Product has anti-static function.
The present invention also provides a kind of antistatic natural rubber, is made by the preparation method of above-mentioned antistatic natural rubber.
It has preferable anti-static function.
The feature and performance to the present invention are described in further detail with reference to embodiments.
Embodiment 1
A kind of antistatic natural rubber, the preparation method of the antistatic natural rubber includes:
It is 1 by weight ratio:100 graphene oxide is mixed with water in beaker, and control temperature is in 20 DEG C, magnetic force
Stir after 30min, ultrasonically treated 15min obtains graphene oxide suspension under 100W power condition.
The peregal solution for being 10% by mass concentration is mixed with the fresh Heveatex that mass concentration is 45%, Ran Houzai
The acetic acid that mass concentration is 3.85% is quickly poured into, until the pH value of system is 2.4, cation natural gum is made in magnetic agitation
Breast.The weight ratio of the dry glue in paregal O -30 and fresh Heveatex wherein in peregal solution is 1:50.
According to weight ratio it is 1 by graphene oxide suspension and cation Heveatex:1 ratio mixing, Ran Hou
Ultrasonically treated 50min obtains graphene oxide-Heveatex suspension under 50W power condition.
Bad hematic acid is added in graphene oxide-Heveatex suspension, it is ultrasonically treated under 50W power condition
60min.Then magnetic agitation is carried out, 80 DEG C are heated to, conductive natural rubber latex is obtained.Wherein, bad hematic acid and graphene oxygen
The weight ratio of graphene oxide in compound-Heveatex suspension is 1:5.

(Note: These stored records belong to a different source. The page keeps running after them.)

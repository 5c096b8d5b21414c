// vertex-centred mesh of the layered wall: nodes on both surfaces and on every interface,
// so each cell lies inside one material and the conductance between nodes is k/dx of one cell
import type { Layer, MeshOptions } from './types.ts';

export const DEFAULT_MAX_CELL_SIZE = 0.005;
export const DEFAULT_MIN_CELLS_PER_LAYER = 4;

/** the discretised wall; node 0 is the outside surface, node cells is the inside surface */
export interface Mesh {
  /** number of cells (= nodes − 1) */
  cells: number;
  /** node positions from the outside face, m (length cells + 1) */
  x: Float64Array;
  /** per cell: width dx, m */
  width: Float64Array;
  /** per cell: conductance k/dx, W/m²K */
  conductance: Float64Array;
  /** per node: heat capacity lumped from the half-cells on each side, J/m²K */
  capacity: Float64Array;
  /** per layer: index of the first node; interface j (between layers j and j+1) is node layerStart[j + 1] */
  layerStart: Int32Array;
}

/** cells the mesh rule gives one layer */
export function cellsForLayer(layer: Pick<Layer, 'thickness' | 'cells'>, options?: MeshOptions): number {
  if (layer.cells !== undefined) return layer.cells;
  const maxCellSize = options?.maxCellSize ?? DEFAULT_MAX_CELL_SIZE;
  const minCells = options?.minCellsPerLayer ?? DEFAULT_MIN_CELLS_PER_LAYER;
  // the small relative slack keeps 0.1/0.005 from becoming 21 through round-off
  return Math.max(minCells, Math.ceil(layer.thickness / maxCellSize - 1e-9));
}

/** total cells the mesh rule gives the wall */
export function countCells(layers: ReadonlyArray<Pick<Layer, 'thickness' | 'cells'>>, options?: MeshOptions): number {
  let n = 0;
  for (const layer of layers) n += cellsForLayer(layer, options);
  return n;
}

/** builds the mesh: uniform cells within each layer */
export function buildMesh(layers: readonly Layer[], options?: MeshOptions): Mesh {
  const perLayer = layers.map((l) => cellsForLayer(l, options));
  const cells = perLayer.reduce((a, b) => a + b, 0);
  const x = new Float64Array(cells + 1);
  const width = new Float64Array(cells);
  const conductance = new Float64Array(cells);
  const capacity = new Float64Array(cells + 1);
  const layerStart = new Int32Array(layers.length + 1);
  let c = 0;
  let x0 = 0;
  for (let j = 0; j < layers.length; j++) {
    const l = layers[j];
    const n = perLayer[j];
    const dx = l.thickness / n;
    const rc = l.density * l.specificHeat;
    layerStart[j] = c;
    for (let i = 0; i < n; i++, c++) {
      width[c] = dx;
      conductance[c] = l.conductivity / dx;
      x[c] = x0 + i * dx;
      capacity[c] += 0.5 * rc * dx;
      capacity[c + 1] += 0.5 * rc * dx;
    }
    x0 += l.thickness;
  }
  x[cells] = x0;
  layerStart[layers.length] = cells;
  return { cells, x, width, conductance, capacity, layerStart };
}
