// discrete fourier transform of any length: radix-2 cooley–tukey for powers of two, and bluestein's chirp-z
// algorithm (L. Bluestein, "A linear filtering approach to the computation of the discrete Fourier transform",
// IEEE Trans. Audio Electroacoust. 18, 1970) for other lengths, through a power-of-two convolution.
// forward transform: X_k = Σ_n x_n e^{−2πi kn/N}, in place on separate real and imaginary arrays.

// twiddle tables and bluestein chirps by length, computed once: a workbench or a sensitivity study transforms the
// same length again and again (a small bounded memo; nothing else is kept between calls)
const twiddles = new Map<number, { re: Float64Array; im: Float64Array }>();
const chirps = new Map<number, { m: number; wr: Float64Array; wi: Float64Array; br: Float64Array; bi: Float64Array }>();
const MEMO_LIMIT = 16;

function remember<T>(map: Map<number, T>, key: number, value: T): T {
  if (map.size >= MEMO_LIMIT) map.delete(map.keys().next().value as number);
  map.set(key, value);
  return value;
}

/** e^{−2πik/n} for k < n/2 */
function twiddle(n: number): { re: Float64Array; im: Float64Array } {
  const hit = twiddles.get(n);
  if (hit) return hit;
  const re = new Float64Array(n / 2);
  const im = new Float64Array(n / 2);
  for (let k = 0; k < n / 2; k++) {
    re[k] = Math.cos((2 * Math.PI * k) / n);
    im[k] = -Math.sin((2 * Math.PI * k) / n);
  }
  return remember(twiddles, n, { re, im });
}

/** in-place iterative radix-2 fft; n = re.length must be a power of two; sign −1 forward, +1 inverse (unscaled) */
function radix2(re: Float64Array, im: Float64Array, sign: number): void {
  const n = re.length;
  for (let i = 1, j = 0; i < n; i++) {
    let bit = n >> 1;
    for (; j & bit; bit >>= 1) j ^= bit;
    j ^= bit;
    if (i < j) {
      let t = re[i];
      re[i] = re[j];
      re[j] = t;
      t = im[i];
      im[i] = im[j];
      im[j] = t;
    }
  }
  const table = twiddle(n); // entries computed directly, not by recurrence, so round-off does not grow with n
  for (let len = 2; len <= n; len <<= 1) {
    const half = len >> 1;
    const stride = n / len;
    for (let k = 0; k < half; k++) {
      const wr = table.re[k * stride];
      const wi = sign * -table.im[k * stride];
      for (let i = k; i < n; i += len) {
        const j = i + half;
        const xr = re[j] * wr - im[j] * wi;
        const xi = re[j] * wi + im[j] * wr;
        re[j] = re[i] - xr;
        im[j] = im[i] - xi;
        re[i] += xr;
        im[i] += xi;
      }
    }
  }
}

/** the chirp w_k = e^{iπk²/N} and the transform of its power-of-two extension, for bluestein */
function chirp(n: number): { m: number; wr: Float64Array; wi: Float64Array; br: Float64Array; bi: Float64Array } {
  const hit = chirps.get(n);
  if (hit) return hit;
  let m = 1;
  while (m < 2 * n - 1) m <<= 1;
  const wr = new Float64Array(n);
  const wi = new Float64Array(n);
  for (let k = 0; k < n; k++) {
    const q = (k * k) % (2 * n); // k² mod 2N keeps the angle small and exact
    wr[k] = Math.cos((Math.PI * q) / n);
    wi[k] = Math.sin((Math.PI * q) / n);
  }
  const br = new Float64Array(m);
  const bi = new Float64Array(m);
  br[0] = wr[0];
  bi[0] = wi[0];
  for (let k = 1; k < n; k++) {
    br[k] = br[m - k] = wr[k];
    bi[k] = bi[m - k] = wi[k];
  }
  radix2(br, bi, -1);
  return remember(chirps, n, { m, wr, wi, br, bi });
}

/** forward dft of a complex sequence of any length, in place */
export function dft(re: Float64Array, im: Float64Array): void {
  const n = re.length;
  if (n <= 1) return;
  if ((n & (n - 1)) === 0) {
    radix2(re, im, -1);
    return;
  }
  // bluestein: X_k = conj(w_k) Σ_n (x_n conj(w_n)) w_{k−n}, w_m = e^{iπ m²/N}
  const { m, wr, wi, br, bi } = chirp(n);
  const ar = new Float64Array(m);
  const ai = new Float64Array(m);
  for (let k = 0; k < n; k++) {
    // x·conj(w)
    ar[k] = re[k] * wr[k] + im[k] * wi[k];
    ai[k] = im[k] * wr[k] - re[k] * wi[k];
  }
  radix2(ar, ai, -1);
  for (let k = 0; k < m; k++) {
    const r = ar[k] * br[k] - ai[k] * bi[k];
    ai[k] = ar[k] * bi[k] + ai[k] * br[k];
    ar[k] = r;
  }
  radix2(ar, ai, 1);
  for (let k = 0; k < n; k++) {
    const r = ar[k] / m;
    const i = ai[k] / m;
    re[k] = r * wr[k] + i * wi[k];
    im[k] = i * wr[k] - r * wi[k];
  }
}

Sulfur cross-linking system will be added in conductive natural rubber, the conductive natural rubber latex of presulfurization is obtained by being heated to 60 DEG C
Breast.The weight ratio of wherein vulcanizing system and the dry glue in the Heveatex in graphene oxide-Heveatex suspension is 1:
100。
By the conductive natural rubber latex of presulfurization by plastic film mulch, dehydrated at a temperature of 30 DEG C, in 110 DEG C of condition
It is lower to be vulcanized.
Embodiment 2
A kind of antistatic natural rubber, the preparation method of the antistatic natural rubber includes:
It is 1 by weight ratio:20 graphene oxide is mixed with water in beaker, and control temperature is in 30 DEG C, magnetic force
Stir after 45min, ultrasonically treated 60min obtains graphene oxide suspension under 80W power condition.

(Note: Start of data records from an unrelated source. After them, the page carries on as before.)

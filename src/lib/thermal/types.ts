// public types of the thermal engine; SI units throughout (m, s, °C, W/(m·K), kg/m³, J/(kg·K), m²·K/W, W/m², J/m²)

/** constant value, °C or W/m² depending on where it is used */
export interface ConstantSignal {
  kind: 'constant';
  value: number;
}

/** mean + amplitude·cos(2π(t − peakTime)/period); peaks peakTime seconds after t = 0 */
export interface SineSignal {
  kind: 'sine';
  mean: number;
  amplitude: number;
  /** s, > 0 */
  period: number;
  /** s */
  peakTime: number;
}

/**
 * samples values[i] at t = i·step, linear between.
 * past the last sample: with repeat the pattern repeats with period values.length·step
 * (interpolating from the last value back to the first over the final step), else the last value holds.
 */
export interface SeriesSignal {
  kind: 'series';
  /** s, > 0 */
  step: number;
  values: number[];
  repeat?: boolean;
}

/** a boundary signal: temperature in °C or irradiance in W/m² */
export type Signal = ConstantSignal | SineSignal | SeriesSignal;

/** one homogeneous layer; extra fields used by the app (materialId, materialClass, note) are ignored */
export interface Layer {
  name: string;
  /** m, > 0 */
  thickness: number;
  /** W/(m·K), > 0 */
  conductivity: number;
  /** kg/m³, > 0 */
  density: number;
  /** J/(kg·K), > 0 */
  specificHeat: number;
  /** overrides the automatic mesh for this layer */
  cells?: number;
}

/** outside boundary: film, air temperature and optional sun on the surface */
export interface OutsideBoundary {
  /** m²K/W; 0 prescribes the surface temperature (sol-air temperature, which then equals the air) */
  surfaceResistance: number;
  air: Signal;
  /** sol-air temperature = air + absorptance·irradiance·surfaceResistance */
  solar?: { absorptance: number; irradiance: Signal };
  /**
   * net long-wave loss of the outer surface to sky and surroundings, W/m² (positive = loss);
   * subtracts netLoss·surfaceResistance from the sol-air temperature (ignored with surfaceResistance 0, like solar)
   */
  longWave?: { netLoss: Signal };
}

/** inside boundary: film and room air temperature */
export interface InsideBoundary {
  /** m²K/W; 0 prescribes the surface temperature */
  surfaceResistance: number;
  air: Signal;
}

/**
 * uniform temperature; the steady profile for the signals' values at t = 0; or the periodic steady state
 * of signals that all repeat (constant, sine, series with repeat) with a common period
 */
export type InitialState = { kind: 'uniform'; temperature: number } | { kind: 'steady' } | { kind: 'periodic' };

/** mesh rule: per layer max(minCellsPerLayer, ceil(thickness / maxCellSize)) cells unless the layer sets cells */
export interface MeshOptions {
  /** m, default 0.005 */
  maxCellSize?: number;
  /** default 4 */
  minCellsPerLayer?: number;
}

/** θ-method: crank-nicolson (θ = ½) or implicit (backward Euler, θ = 1) */
export type Scheme = 'crank-nicolson' | 'implicit';

/** a layered wall or roof under boundary signals; layers run from the OUTSIDE face (index 0) to the INSIDE face */
export interface Model {
  layers: Layer[];
  outside: OutsideBoundary;
  inside: InsideBoundary;
  initial: InitialState;
  /** s */
  duration: number;
  /** s */
  timeStep: number;
  /** s; output at t = 0, outputInterval, 2·outputInterval, … ≤ duration */
  outputInterval: number;
  mesh?: MeshOptions;
  scheme?: Scheme;
}

/** steady-state figures */
export interface SteadyResult {
  /** R_se + Σ d/λ + R_si, m²K/W */
  totalResistance: number;
  /** W/m²K */
  uValue: number;
}

/** per-layer diagnostics of the contract */
export interface LayerFigures {
  name: string;
  /** d/λ, m²K/W */
  resistance: number;
  /** λ/(ρc), m²/s */
  diffusivity: number;
  /** ρcd, J/m²K */
  arealHeatCapacity: number;
  /** sqrt(diffusivity·period/π), m */
  penetrationDepth: number;
}

/** extra per-layer figures the workbench shows (not part of the contract) */
export interface LayerExtraFigures extends LayerFigures {
  /** a·P/d² for one period P, dimensionless */
  fourier: number;
  /** h̄·(d/2)/λ with h̄ the mean film coefficient of the assembly */
  biot: number;
  /** biot < 0.1 (common practice) */
  lumped: boolean;
}

/** the whole assembly as one lumped body between the two air temperatures */
export interface LumpedFigures {
  /** total thickness / 2, m */
  characteristicLength: number;
  /** h̄·Lc/k_eff; Infinity when a surface is prescribed (printed as null in JSON) */
  biot: number;
  /** biot < 0.1 */
  valid: boolean;
  /** Σρcd / (1/R_se + 1/R_si), s; 0 when a surface is prescribed */
  timeConstant: number;
}

/** analytic periodic steady state (ISO 13786 transfer matrices) */
export interface PeriodicResult {
  /** s */
  period: number;
  /** |Y12|, W/m²K */
  periodicTransmittance: number;
  /** periodicTransmittance / uValue */
  decrementFactor: number;
  /** s in [0, period): from the outside air peak to the inside heat flux peak */
  timeLag: number;
  /** W/m²K */
  admittanceInside: number;
  /** J/m²K, κ1 of ISO 13786 */
  arealHeatCapacityInside: number;
}

/** output series, one entry per output time (plain arrays so the result is JSON) */
export interface SeriesResult {
  time: number[];
  outsideAir: number[];
  outsideSurface: number[];
  insideSurface: number[];
  insideAir: number[];
  /** interfaces[j][k]: interface between layers j and j+1 at time k */
  interfaces: number[][];
  /** W/m² entering the wall at the outside surface (positive towards the inside) */
  outsideFlux: number[];
  /** W/m² leaving the wall into the room (positive towards the inside) */
  insideFlux: number[];
}

/** energy account over the run, J/m² */
export interface EnergyResult {
  storedChange: number;
  inOutside: number;
  outInside: number;
  /** |inOutside − outInside − storedChange| / max(|inOutside|, |outInside|, |storedChange|, 1) */
  balanceError: number;
}

/** how the time steps were taken, so the scheme can be named truthfully */
export interface SchemeAccount {
  /** the model's scheme */
  scheme: 'crank-nicolson' | 'implicit';
  /** whole steps taken with the model's scheme at its full step (the short last step counts here too) */
  fullSteps: number;
  /** restarts after a jump (or a uniform start): each replaces whole steps by the sub-steps below */
  restarts: number;
  /** backward-euler sub-steps of a quarter step taken in restarts */
  backwardEulerSubSteps: number;
  /** crank–nicolson sub-steps of half a step taken in restarts */
  crankNicolsonSubSteps: number;
}

/** what the periodic start did (initial.kind "periodic") */
export interface PeriodicStartStats {
  /** the common period P, s (0 when every signal is constant: the start is then the steady state) */
  period: number;
  /** samples per period N of the frequency-domain solve */
  samples: number;
  /** P/N, s */
  stepSize: number;
  /** complex tridiagonal solves (harmonics with a non-negligible drive) */
  solves: number;
  /** periods stepped for the restart correction (jumps inside the period): 0 or 2 */
  correctionPeriods: number;
  /** wall time of the periodic start, ms */
  elapsedMs: number;
  /** that time in periods' worth of this run's own stepping (wall time of stepping one period) */
  costPeriods: number;
}

/** run statistics */
export interface StatsResult {
  cells: number;
  steps: number;
  /** cells × steps */
  nodeSteps: number;
  elapsedMs: number;
  /** the steps by kind */
  scheme: SchemeAccount;
  /** present for a periodic start */
  periodicStart?: PeriodicStartStats;
}

/** what simulate() returns (the contract's Result) */
export interface Result {
  steady: SteadyResult;
  layers: LayerFigures[];
  lumped: LumpedFigures;
  periodic: PeriodicResult;
  /** node positions from the outside face, m */
  mesh: { x: number[] };
  series: SeriesResult;
  /** profiles[k][i]: temperature at mesh.x[i] at series.time[k]; empty when profiles are not stored */
  profiles: number[][];
  energy: EnergyResult;
  stats: StatsResult;
}

/** what analyse() returns: everything that needs no time stepping */
export interface Figures {
  steady: SteadyResult;
  layers: LayerExtraFigures[];
  lumped: LumpedFigures;
  periodic: PeriodicResult;
  /** cells the mesh rule makes */
  cells: number;
}

/** options for simulate() */
export interface SimulateOptions {
  /** called with the fraction done (0…1) every progressEvery steps */
  onProgress?: (fraction: number) => void;
  /** polled every progressEvery steps; returning true stops the run with a SimulationCancelled error */
  shouldCancel?: () => boolean;
  /** steps between progress/cancel checks, default 4096 */
  progressEvery?: number;
  /** store full profiles (default true); false leaves profiles empty */
  storeProfiles?: boolean;
  /** restart with backward-euler sub-steps after a uniform start and after each jump (default true); false only to show the ringing */
  restart?: boolean;
}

The peregal solution for being 20% by mass concentration is mixed with the fresh Heveatex that mass concentration is 30%, Ran Houzai
The formic acid that mass concentration is 2% is quickly poured into, until the pH value of system is 2.5, cation Heveatex is made in magnetic agitation.Its
The weight ratio of the dry glue in paregal O -30 and fresh Heveatex in middle peregal solution is 3:100.
According to weight ratio it is 1 by graphene oxide suspension and cation Heveatex:1 ratio mixing, Ran Hou
Ultrasonically treated 50min obtains graphene oxide-Heveatex suspension under 50W power condition.
Citric acid is added in graphene oxide-Heveatex suspension, it is ultrasonically treated under 50W power condition
60min.Then magnetic agitation is carried out, 80 DEG C are heated to, conductive natural rubber latex is obtained.Wherein, citric acid and graphene oxygen
The weight ratio of graphene oxide in compound-Heveatex suspension is 1:2.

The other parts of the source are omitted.